[Materials provided — start]
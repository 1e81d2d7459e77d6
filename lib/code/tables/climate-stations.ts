/**
 * Design temperatures of United States stations.
 * Source: ASHRAE Handbook 2009 design conditions in the headers of published TMY3 weather files.
 * °C. Defaults only: the designer enters the value in force at the site.
 */

export interface ClimateStation {
  readonly wmo: string;
  readonly station: string;
  readonly state: string;
  readonly latitude: number;
  readonly longitude: number;
  readonly elevationM: number;
  /** Extreme annual mean minimum design dry bulb. */
  readonly minC: number;
  /** Annual 2 % cooling design dry bulb. */
  readonly high2pctC: number;
}

export const CLIMATE_STATIONS: readonly ClimateStation[] = [
  { wmo: "723445", station: "Fayetteville Drake Field", state: "AR", latitude: 36, longitude: -94.17, elevationM: 381, minC: -17.2, high2pctC: 32.4 },
  { wmo: "722780", station: "Phoenix Sky Harbor Intl Ap", state: "AZ", latitude: 33.45, longitude: -111.98, elevationM: 337, minC: 1.3, high2pctC: 41.2 },
  { wmo: "724940", station: "San Francisco Intl Ap", state: "CA", latitude: 37.62, longitude: -122.4, elevationM: 2, minC: 1.8, high2pctC: 23.6 },
  { wmo: "724660", station: "Colorado Springs Muni Ap", state: "CO", latitude: 38.82, longitude: -104.72, elevationM: 1872, minC: -22.6, high2pctC: 29.4 },
  { wmo: "724666", station: "Denver Centennial Golden Nr", state: "CO", latitude: 39.74, longitude: -105.18, elevationM: 1829, minC: -22.9, high2pctC: 30.2 },
  { wmo: "725650", station: "Denver Intl Ap", state: "CO", latitude: 39.83, longitude: -104.65, elevationM: 1650, minC: -22.7, high2pctC: 31.8 },
  { wmo: "724089", station: "Wilmington New Castle Cnty Ap", state: "DE", latitude: 39.67, longitude: -75.6, elevationM: 23, minC: -15.3, high2pctC: 30.4 },
  { wmo: "747880", station: "Macdill Afb", state: "FL", latitude: 27.85, longitude: -82.52, elevationM: 8, minC: 0.8, high2pctC: 32.6 },
  { wmo: "722020", station: "Miami Intl Ap", state: "FL", latitude: 25.82, longitude: -80.3, elevationM: 11, minC: 5.1, high2pctC: 32.1 },
  { wmo: "722190", station: "Atlanta Hartsfield Intl Ap", state: "GA", latitude: 33.63, longitude: -84.43, elevationM: 308, minC: -11.2, high2pctC: 31.9 },
  { wmo: "911820", station: "Honolulu Intl Arpt", state: "HI", latitude: 21.32, longitude: -157.93, elevationM: 2, minC: 14.2, high2pctC: 31.2 },
  { wmo: "725450", station: "Cedar Rapids Municipal Ap", state: "IA", latitude: 41.88, longitude: -91.72, elevationM: 256, minC: -26.3, high2pctC: 29.9 },
  { wmo: "725300", station: "Chicago Ohare Intl Ap", state: "IL", latitude: 41.98, longitude: -87.92, elevationM: 201, minC: -23.7, high2pctC: 30.1 },
  { wmo: "724386", station: "Lafayette Purdue Univ Ap", state: "IN", latitude: 40.42, longitude: -86.93, elevationM: 183, minC: -22.8, high2pctC: 30.9 },
  { wmo: "725090", station: "Boston Logan IntL Arpt", state: "MA", latitude: 42.37, longitude: -71.02, elevationM: 6, minC: -16.5, high2pctC: 29.1 },
  { wmo: "724060", station: "Baltimore Blt Washngtn IntL", state: "MD", latitude: 39.17, longitude: -76.68, elevationM: 45, minC: -14.9, high2pctC: 31.4 },
  { wmo: "727450", station: "Duluth International Arpt", state: "MN", latitude: 46.83, longitude: -92.22, elevationM: 433, minC: -32.1, high2pctC: 25.7 },
  { wmo: "727720", station: "Helena Regional Airport", state: "MT", latitude: 46.6, longitude: -111.97, elevationM: 1167, minC: -29.8, high2pctC: 29.9 },
  { wmo: "723140", station: "Charlotte Douglas Intl Arpt", state: "NC", latitude: 35.22, longitude: -80.95, elevationM: 222, minC: -11.1, high2pctC: 31.9 },
  { wmo: "745966", station: "Cape May Co", state: "NJ", latitude: 39, longitude: -74.92, elevationM: 7, minC: -12.7, high2pctC: 28.8 },
  { wmo: "723860", station: "Las Vegas Mccarran Intl Ap", state: "NV", latitude: 36.08, longitude: -115.15, elevationM: 648, minC: -3.8, high2pctC: 39.8 },
  { wmo: "725280", station: "Buffalo Niagara Intl Ap", state: "NY", latitude: 42.93, longitude: -78.73, elevationM: 215, minC: -19.5, high2pctC: 27.6 },
  { wmo: "723544", station: "Oklahoma City Wiley", state: "OK", latitude: 35.53, longitude: -97.65, elevationM: 396, minC: -14.7, high2pctC: 34.6 },
  { wmo: "726980", station: "Portland International Ap", state: "OR", latitude: 45.6, longitude: -122.62, elevationM: 6, minC: -6.4, high2pctC: 28.6 },
  { wmo: "722540", station: "Austin Mueller Municipal Ap U", state: "TX", latitude: 30.29, longitude: -97.74, elevationM: 213, minC: -7.1, high2pctC: 35.5 },
  { wmo: "722544", station: "Camp Mabry", state: "TX", latitude: 30.32, longitude: -97.77, elevationM: 198, minC: -5.4, high2pctC: 35.3 },
  { wmo: "722590", station: "Dallas Fort Worth Intl Ap", state: "TX", latitude: 32.9, longitude: -97.02, elevationM: 171, minC: -9.1, high2pctC: 35.7 },
  { wmo: "722430", station: "Houston Bush Intercontinental", state: "TX", latitude: 30, longitude: -95.37, elevationM: 29, minC: -4.4, high2pctC: 34 },
];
[Materials provided — finish]
## Exercise prompt
Quote every line from the beginning of the entries up to and including the line that contains "readonly elevationM: number;".

## Task answer
repository 1e81d2d7459e77d6
filename lib/code/tables/climate-stations.ts
/**
 * Design temperatures of United States stations.
 * Source: ASHRAE Handbook 2009 design conditions in the headers of published TMY3 weather files.
 * °C. Defaults only: the designer enters the value in force at the site.
 */

export interface ClimateStation {
  readonly wmo: string;
  readonly station: string;
  readonly state: string;
  readonly latitude: number;
  readonly longitude: number;
  readonly elevationM: number;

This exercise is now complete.